## [Exercise details]
Quote exactly and only this range of lines in the data below: the line that holds "design.phased.legs, phasesDeg: [...design.phased.phasesDeg]" to the line that holds "return (issue) =>", both included.

### Given entries

/**
 * The schema of a problem file of kind "suspension" (format loci-problem, the same
 * envelope as a path problem's):
 *
 *   { "format": "loci-problem", "version": 1, "kind": "suspension", "name": "…",
 *     "description"?: "…",
 *     "bicycle": { …every field of a bicycle, as in a suspension design file… },
 *     "layouts": ["singlePivot", "fourBarSeatStayAxle", "wattSixBar", …],
 *     "steps"?: 41,
 *     "targets": {
 *       "axlePath"?: { "points": [[travel mm, axle x mm], …], "weight"?, "toleranceMm"? },
 *       "leverageRatio"?: { "points": [[travel mm, LR], …], "weight"?, "tolerance"? }
 *                       | { "start": 2.9, "end": 2.4, "exponent"?: 1, "weight"?, "tolerance"? },
 *       "antiSquatAtSag"?: { "cogs": [21, 24, 28], "minPct", "maxPct", "as"?, "weight"?, "tolerancePct"? },
 *       "antiRiseAtSag"?: { "minPct", "maxPct", "as"?, "weight"?, "tolerancePct"? },
 *       "travelMm"?: { "min", "max", "as"?, "weight"?, "toleranceMm"? },
 *       "chainGrowthMm"?: { "max", "cogs"?, "as"?, "weight"?, "toleranceMm"? },
 *       "kickbackDeg"?: { "max", "cogs"?, "as"?, "weight"?, "toleranceDeg"? } },
 *     "keepOut"?: [{ "name"?, "x", "y", "r" }, …],
 *     "bounds"?: { "singlePivot": { "mainPivot.x": [lower, upper], "shockAngle": [lo, hi], … } },
 *     "layoutBodies"?: { "wattSixBar": { "axleBody"?: "seatStay", "shock"?: { "eye": "bellCrank", "frameEye": "frontFrame" } } } }
 *
 * The schema checks shapes and types, and refuses unknown fields; the meaning (ranges,
 * cogs of the bicycle, variable names, lower < upper) is createSuspensionProblem's.
 */
import * as z from 'zod';
import { expected, strict } from './schemaMessages';
import { bicycleSchema } from './suspensionFile';
import { LAYOUT_KINDS, SHOCK_END_BODIES, SIX_BAR_BODIES } from '../suspension';

const num = (what: string) => z.number({ error: expected(what) }).refine(Number.isFinite, { error: expected(what) });
const curvePoints = (what: string) =>
  z.array(z.array(num(`a number (travel mm, ${what})`), { error: expected(`a pair [travel mm, ${what}]`) }), { error: expected(`an array of pairs [travel mm, ${what}]`) });
const mode = z.enum(['constraint', 'penalty'], { error: expected('"constraint" (ranked first) or "penalty" (added to the value)') });
const weight = num('a weight ≥ 0').optional();
const cogs = z.array(num('a cog, in teeth'), { error: expected('an array of cogs, in teeth') });

const leverageSchema = z.union(
  [
    strict('a leverage-ratio curve { "points", "weight"?, "tolerance"? }', { points: curvePoints('leverage ratio'), weight, tolerance: num('a leverage-ratio tolerance').optional() }),
    strict('a leverage-ratio shape { "start", "end", "exponent"?, "weight"?, "tolerance"? }', {
      start: num('a leverage ratio'),
      end: num('a leverage ratio'),
      exponent: num('a shape exponent (1: a straight line)').optional(),
      weight,
      tolerance: num('a leverage-ratio tolerance').optional(),
    }),
  ],
  { error: expected('a leverage-ratio target: { "points" } or { "start", "end" }') },
);

const quoted = (ids: readonly string[]) => ids.map((b) => `"${b}"`).join(', ');
const layoutEnum = z.enum(LAYOUT_KINDS, { error: expected(`a layout, one of ${LAYOUT_KINDS.map((k) => `"${k}"`).join(', ')}`) });

export const suspensionProblemShape = {
  kind: z.literal('suspension'),
  bicycle: bicycleSchema,
  layouts: z.array(layoutEnum, { error: expected('an array of layouts') }),
  steps: num('a whole number of samples over the stroke').optional(),
  targets: strict('targets', {
    axlePath: strict('an axle-path target { "points", "weight"?, "toleranceMm"? }', { points: curvePoints('axle x mm'), weight, toleranceMm: num('a tolerance in mm').optional() }).optional(),
    leverageRatio: leverageSchema.optional(),
    antiSquatAtSag: strict('an anti-squat band { "cogs", "minPct", "maxPct", "as"?, "weight"?, "tolerancePct"? }', {
      cogs,
      minPct: num('a percentage'),
      maxPct: num('a percentage'),
      as: mode.optional(),
      weight,
      tolerancePct: num('a tolerance in %').optional(),
    }).optional(),
    antiRiseAtSag: strict('an anti-rise band { "minPct", "maxPct", "as"?, "weight"?, "tolerancePct"? }', {
      minPct: num('a percentage'),
      maxPct: num('a percentage'),
      as: mode.optional(),
      weight,
      tolerancePct: num('a tolerance in %').optional(),
    }).optional(),
    travelMm: strict('a wheel-travel band { "min", "max", "as"?, "weight"?, "toleranceMm"? }', {
      min: num('a travel in mm'),
      max: num('a travel in mm'),
      as: mode.optional(),
      weight,
      toleranceMm: num('a tolerance in mm').optional(),
    }).optional(),
    chainGrowthMm: strict('a chain-growth limit { "max", "cogs"?, "as"?, "weight"?, "toleranceMm"? }', {
      max: num('a chain growth in mm'),
      cogs: cogs.optional(),
      as: mode.optional(),
      weight,
      toleranceMm: num('a tolerance in mm').optional(),
    }).optional(),
    kickbackDeg: strict('a pedal-kickback limit { "max", "cogs"?, "as"?, "weight"?, "toleranceDeg"? }', {
      max: num('a kickback in degrees'),
      cogs: cogs.optional(),
      as: mode.optional(),
      weight,
      toleranceDeg: num('a tolerance in degrees').optional(),
    }).optional(),
  }),
  keepOut: z
    .array(strict('a keep-out circle { "name"?, "x", "y", "r" } in mm', { name: z.string({ error: expected('a name string') }).optional(), x: num('a number of mm'), y: num('a number of mm'), r: num('a radius in mm') }), {
      error: expected('an array of keep-out circles'),
    })
    .optional(),
  bounds: z
    .partialRecord(layoutEnum, z.record(z.string(), z.tuple([num('a number'), num('a number')], { error: expected('[lower, upper], two numbers') }), { error: expected('an object of variable name → [lower, upper]') }), {
      error: expected('an object of layout → bounds'),
    })
    .optional(),
  layoutBodies: z
    .partialRecord(
      layoutEnum,
      strict('a six-bar\'s bodies { "axleBody"?, "shock"? }', {
        axleBody: z.enum(SIX_BAR_BODIES, { error: expected(`the body that carries the axle, one of ${quoted(SIX_BAR_BODIES)}`) }).optional(),
        shock: strict('the bodies the shock joins { "eye", "frameEye" }', {
          eye: z.enum(SIX_BAR_BODIES, { error: expected(`the moving body that carries the shock's eye, one of ${quoted(SIX_BAR_BODIES)}`) }),
          frameEye: z.enum(SHOCK_END_BODIES, { error: expected(`the body that carries the shock's other eye, one of ${quoted(SHOCK_END_BODIES)}`) }),
        }).optional(),
      }),
      { error: expected('an object of six-bar layout → its bodies') },
    )
    .optional(),
};
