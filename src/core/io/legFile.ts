/**
 * The leg design file: Loci's own versioned JSON form of a walking leg, validated once
 * here at the boundary.
 *
 *   { "format": "loci-leg", "version": 1, "name"?: "…", "units": "mm",
 *     "linkage": { …a linkage file ("format": "loci-linkage"), drawn in its reference pose… },
 *     "foot": "P",
 *     "ground": { "kind": "level", "yMm" } | { "kind": "line", "point": { "x", "y" }, "direction": { "x", "y" } },
 *     "stanceToleranceMm": 1, "crankDirection": 1 | -1, "walkingDirection": 1 | -1,
 *     "footPath"?: [[x mm, y mm], …],
 *     "phased"?: { "legs": 3, "phasesDeg": [0, 120, 240] } }
 *
 * Reading runs stages that each stop on failure: length, JSON, envelope, the schema
 * (shapes and types), the linkage file (readLinkageFile: its own schema and compile,
 * its issues under `linkage.`), then validateLeg (the foot, the ground line, the
 * tolerance and directions, in the leg's words). The phases are checked by phasedLegs
 * when the figures are taken.
 */
import * as z from 'zod';
import { GAIT_CAUTION, MAX_PHASED_LEGS, validateLeg, type LegSpec } from '../gait';
import type { Linkage } from '../linkage';
import { parseJsonText } from './jsonText';
import { readLinkageFile, toLinkageFile, MAX_NAME_LENGTH } from './linkageFile';
import { crankDirectionSchema, groundSchema, walkingDirectionSchema } from './legProblemFile';
import { capIssues, envelopeIssue, expected, formatPath, isPlainObject, MAX_CAUTION_CHARS, strict } from './schemaMessages';

export const LEG_FILE_FORMAT = 'loci-leg';
/** The version this code writes, and the newest it reads. */
export const LEG_FILE_VERSION = 1;
/** Largest leg file, in characters: a linkage file's limit and room for a traced foot trajectory. */
export const MAX_LEG_FILE_CHARS = 12_000_000;

export interface LegFileIssue {
  readonly path: string;
  readonly message: string;
}

/** Several identical legs on one shaft, each crank ahead of the shaft by its phase (degrees, in the crank's direction). */
export interface LegPhasing {
  readonly legs: number;
  readonly phasesDeg: readonly number[];
}

export interface LegDesign {
  readonly name?: string;
  readonly linkage: Linkage;
  readonly leg: LegSpec;
  readonly phased?: LegPhasing;
}

export type ParseLegFileResult = { readonly ok: true; readonly design: LegDesign } | { readonly ok: false; readonly issues: readonly LegFileIssue[] };

const num = (what: string) => z.number({ error: expected(what) }).refine(Number.isFinite, { error: expected(what) });

const fileSchema = strict('a leg file', {
  format: z.literal(LEG_FILE_FORMAT),
  version: z.literal(LEG_FILE_VERSION),
  name: z.string({ error: expected(`a name string of at most ${MAX_NAME_LENGTH} characters`) }).max(MAX_NAME_LENGTH, { error: expected(`a name string of at most ${MAX_NAME_LENGTH} characters`) }).optional(),
  units: z.literal('mm', { error: expected('"mm" (lengths in millimetres; other units in the key names)') }),
  // Its own reader checks it, with its own messages.
  linkage: z.unknown(),
  foot: z.string({ error: expected('the id of a joint or point of the linkage') }),
  ground: groundSchema,
  stanceToleranceMm: num('a stance tolerance in mm'),
  crankDirection: crankDirectionSchema,
  walkingDirection: walkingDirectionSchema,
  footPath: z.array(z.tuple([num('a number of mm'), num('a number of mm')], { error: expected('a point [x mm, y mm]') }), { error: expected('an array of points [x mm, y mm]') }).optional(),
  phased: strict('phased legs { "legs", "phasesDeg" }', {
    legs: num(`a whole number of legs from 1 to ${MAX_PHASED_LEGS}`),
    phasesDeg: z.array(num('a phase in degrees'), { error: expected('an array of phases in degrees, one per leg') }),
  }).optional(),
  // Written with every file so the caution travels with the design; read and not kept.
  caution: z.string({ error: expected('the caution as a string') }).max(MAX_CAUTION_CHARS, { error: expected(`the caution, at most ${MAX_CAUTION_CHARS} characters`) }).optional(),
});

export type LegFileV1 = z.infer<typeof fileSchema>;

function fail(path: string, message: string): { ok: false; issues: LegFileIssue[] } {
  return { ok: false, issues: [{ path, message }] };
}

function listed(issues: readonly LegFileIssue[]): { ok: false; issues: LegFileIssue[] } {
  return { ok: false, issues: capIssues(issues, (rest) => ({ path: '', message: `and ${rest} more problem${rest === 1 ? '' : 's'}` })) };
}

/** Parses the text of a leg file: length, JSON, then as `parseLegFile`. */
export function parseLegFileText(text: string): ParseLegFileResult {
  if (text.length > MAX_LEG_FILE_CHARS) return fail('', `the file has ${text.length} characters; the limit for a leg file is ${MAX_LEG_FILE_CHARS}`);
  const read = parseJsonText(text);
  return read.ok ? parseLegFile(read.json) : fail('', read.message);
}

/** Validates a parsed leg file. On success the design is a fresh copy whose linkage compiles and whose leg checks. */
export function parseLegFile(json: unknown): ParseLegFileResult {
  const wrong = envelopeIssue(json, LEG_FILE_FORMAT, 'leg file', LEG_FILE_VERSION);
  if (wrong !== null) return fail(wrong.path, wrong.message);
  const parsed = fileSchema.safeParse(json);
  if (!parsed.success) return listed(parsed.error.issues.map((issue) => ({ path: formatPath(issue.path), message: issue.message })));
  const file = parsed.data;
  if (!isPlainObject(file.linkage)) return fail('linkage', 'expected a linkage file (an object with "format": "loci-linkage")');
  const read = readLinkageFile(file.linkage);
  if (!read.ok) return listed(read.issues.map((i) => ({ path: i.path === '' ? 'linkage' : `linkage.${i.path}`, message: i.message })));
  const leg: LegSpec = {
    foot: file.foot,
    ground: file.ground.kind === 'level' ? { kind: 'level', yMm: file.ground.yMm } : { kind: 'line', point: { ...file.ground.point }, direction: { ...file.ground.direction } },
    stanceToleranceMm: file.stanceToleranceMm,
    crankDirection: file.crankDirection,
    walkingDirection: file.walkingDirection,
    ...(file.footPath === undefined ? {} : { footPath: file.footPath.map(([x, y]) => ({ x, y })) }),
  };
  const checked = validateLeg(leg, read.linkage);
  if (!checked.ok) return listed(checked.issues);
  return {
    ok: true,
    design: {
      ...(file.name === undefined ? {} : { name: file.name }),
      linkage: read.linkage,
      leg,
      ...(file.phased === undefined ? {} : { phased: { legs: file.phased.legs, phasesDeg: [...file.phased.phasesDeg] } }),
    },
  };
}

/** The leg file of a design, ready for `JSON.stringify`. Copies everything it keeps. */
export function toLegFile(design: LegDesign): LegFileV1 {
  const g = design.leg.ground;
  return {
    format: LEG_FILE_FORMAT,
    version: LEG_FILE_VERSION,
    ...(design.name === undefined ? {} : { name: design.name }),
    units: 'mm',
    linkage: toLinkageFile(design.linkage),
    foot: design.leg.foot,
    ground: g.kind === 'level' ? { kind: 'level', yMm: g.yMm } : { kind: 'line', point: { x: g.point.x, y: g.point.y }, direction: { x: g.direction.x, y: g.direction.y } },
    stanceToleranceMm: design.leg.stanceToleranceMm,
    crankDirection: design.leg.crankDirection,
    walkingDirection: design.leg.walkingDirection,
    ...(design.leg.footPath === undefined ? {} : { footPath: design.leg.footPath.map((p) => [p.x, p.y] as [number, number]) }),
    ...(design.phased === undefined ? {} : { phased: { legs: design.phased.legs, phasesDeg: [...design.phased.phasesDeg] } }),
    caution: GAIT_CAUTION,
  };
}
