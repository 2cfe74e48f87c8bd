/**
 * Messages for the file schemas: each zod issue becomes a path such as `joints[2].x`
 * and a sentence saying what the field should have held and what it held.
 */
import * as z from 'zod';
import { escapeUnprintable } from '../linkage/model';

/** A short, quoted rendering of a wrong value for a message: `"abc"`, `12`, `null`, `an array`. */
export function describeValue(value: unknown): string {
  if (value === null) return 'null';
  if (Array.isArray(value)) return 'an array';
  switch (typeof value) {
    case 'string':
      // JSON escapes the C0 controls; the rest that could steer a terminal are escaped here.
      return escapeUnprintable(JSON.stringify(value.length > 40 ? `${value.slice(0, 40)}…` : value));
    case 'number':
    case 'boolean':
      return String(value);
    case 'object':
      return 'an object';
    default:
      return typeof value;
  }
}

/** Words a list in a message quotes; the rest are counted (a file may hold any number of unknown fields). */
const MAX_QUOTED_WORDS = 20;

/** `"a", "b", "c"`: each word quoted and escaped as describeValue does, at most MAX_QUOTED_WORDS of them. */
export function quoteList(words: readonly string[]): string {
  const shown = words.slice(0, MAX_QUOTED_WORDS).map(describeValue).join(', ');
  return words.length > MAX_QUOTED_WORDS ? `${shown}, … (${words.length} in all)` : shown;
}

/**
 * A zod error function saying what the field should have held. `fields` lists the
 * known fields of an object, for the message about a misspelt one.
 */
export function expected(what: string, fields?: readonly string[]): z.core.$ZodErrorMap {
  return (issue) => {
    if (issue.code === 'unrecognized_keys') {
      const known = fields ? `; the known fields are ${quoteList(fields)}` : '';
      return `unknown field${issue.keys.length > 1 ? 's' : ''} ${quoteList(issue.keys)} in ${what}${known}`;
    }
    if (issue.code === 'invalid_union' && issue.discriminator !== undefined) {
      const input = issue.input as Record<string, unknown> | undefined;
      const got = input?.[issue.discriminator];
      return got === undefined ? `missing; expected ${what}` : `expected ${what}, got ${describeValue(got)}`;
    }
    if (issue.input === undefined) return `missing; expected ${what}`;
    return `expected ${what}, got ${describeValue(issue.input)}`;
  };
}

/** An object schema that rejects unknown fields, naming the known ones. */
export function strict<T extends z.core.$ZodLooseShape>(what: string, shape: T) {
  return z.strictObject(shape, { error: expected(what, Object.keys(shape)) });
}

/** `['joints', 2, 'x']` → `joints[2].x`. */
export function formatPath(path: readonly PropertyKey[]): string {
  let out = '';
  for (const key of path) {
    if (typeof key === 'number') out += `[${key}]`;
    else out += out === '' ? String(key) : `.${String(key)}`;
  }
  return out;
}

/** A reader lists at most this many issues and counts the rest, so a bad file gives a readable answer. */
export const MAX_LISTED_ISSUES = 12;

/** Longest caution a design file may carry (characters): the file's own caution is a few hundred. */
export const MAX_CAUTION_CHARS = 2000;

/** The first MAX_LISTED_ISSUES of `issues`, then one more saying how many were left out. */
export function capIssues<T>(issues: readonly T[], more: (count: number) => T): T[] {
  if (issues.length <= MAX_LISTED_ISSUES) return [...issues];
  const rest = issues.length - MAX_LISTED_ISSUES;
  return [...issues.slice(0, MAX_LISTED_ISSUES), more(rest)];
}

/** A JSON object, as a file's top level or a nested record is read. */
export function isPlainObject(value: unknown): value is Record<string, unknown> {
  return typeof value === 'object' && value !== null && !Array.isArray(value);
}

/**
 * The envelope of one of Loci's own files: a JSON object with `format` (this file's
 * name) and a whole-number `version` from 1 to `latest`. The first thing wrong with it,
 * as a path and a message, or null when it is whole. `kind` names the file in words
 * ("linkage file", "suspension file").
 */
export function envelopeIssue(json: unknown, format: string, kind: string, latest: number): { readonly path: string; readonly message: string } | null {
  if (!isPlainObject(json)) {
    return { path: '', message: `expected a ${kind} (a JSON object with "format": "${format}"), got ${describeValue(json)}` };
  }
  if (json.format !== format) {
    return {
      path: 'format',
      message: json.format === undefined ? `missing; expected "${format}" (is this a ${kind}?)` : `expected "${format}", got ${describeValue(json.format)}`,
    };
  }
  const version = json.version;
  if (!(typeof version === 'number' && Number.isInteger(version) && version >= 1)) {
    return {
      path: 'version',
      message: version === undefined
        ? `missing; expected a file format version (this Loci reads 1 to ${latest})`
        : `expected a whole number ≥ 1, got ${describeValue(version)}`,
    };
  }
  if (version > latest) {
    return { path: 'version', message: `this file is version ${version}, newer than this Loci reads (up to version ${latest}); open it with a newer Loci` };
  }
  return null;
}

######

## [Answer]
    ...(design.phased === undefined ? {} : { phased: { legs: design.phased.legs, phasesDeg: [...design.phased.phasesDeg] } }),
    caution: GAIT_CAUTION,
  };
}
repository 2cfe74e48f87c8bd
/**
 * Messages for the file schemas: each zod issue becomes a path such as `joints[2].x`
 * and a sentence saying what the field should have held and what it held.
 */
import * as z from 'zod';
import { escapeUnprintable } from '../linkage/model';

/** A short, quoted rendering of a wrong value for a message: `"abc"`, `12`, `null`, `an array`. */
export function describeValue(value: unknown): string {
  if (value === null) return 'null';
  if (Array.isArray(value)) return 'an array';
  switch (typeof value) {
    case 'string':
      // JSON escapes the C0 controls; the rest that could steer a terminal are escaped here.
      return escapeUnprintable(JSON.stringify(value.length > 40 ? `${value.slice(0, 40)}…` : value));
    case 'number':
    case 'boolean':
      return String(value);
    case 'object':
      return 'an object';
    default:
      return typeof value;
  }
}

/** Words a list in a message quotes; the rest are counted (a file may hold any number of unknown fields). */
const MAX_QUOTED_WORDS = 20;

/** `"a", "b", "c"`: each word quoted and escaped as describeValue does, at most MAX_QUOTED_WORDS of them. */
export function quoteList(words: readonly string[]): string {
  const shown = words.slice(0, MAX_QUOTED_WORDS).map(describeValue).join(', ');
  return words.length > MAX_QUOTED_WORDS ? `${shown}, … (${words.length} in all)` : shown;
}

/**
 * A zod error function saying what the field should have held. `fields` lists the
 * known fields of an object, for the message about a misspelt one.
 */
export function expected(what: string, fields?: readonly string[]): z.core.$ZodErrorMap {
  return (issue) => {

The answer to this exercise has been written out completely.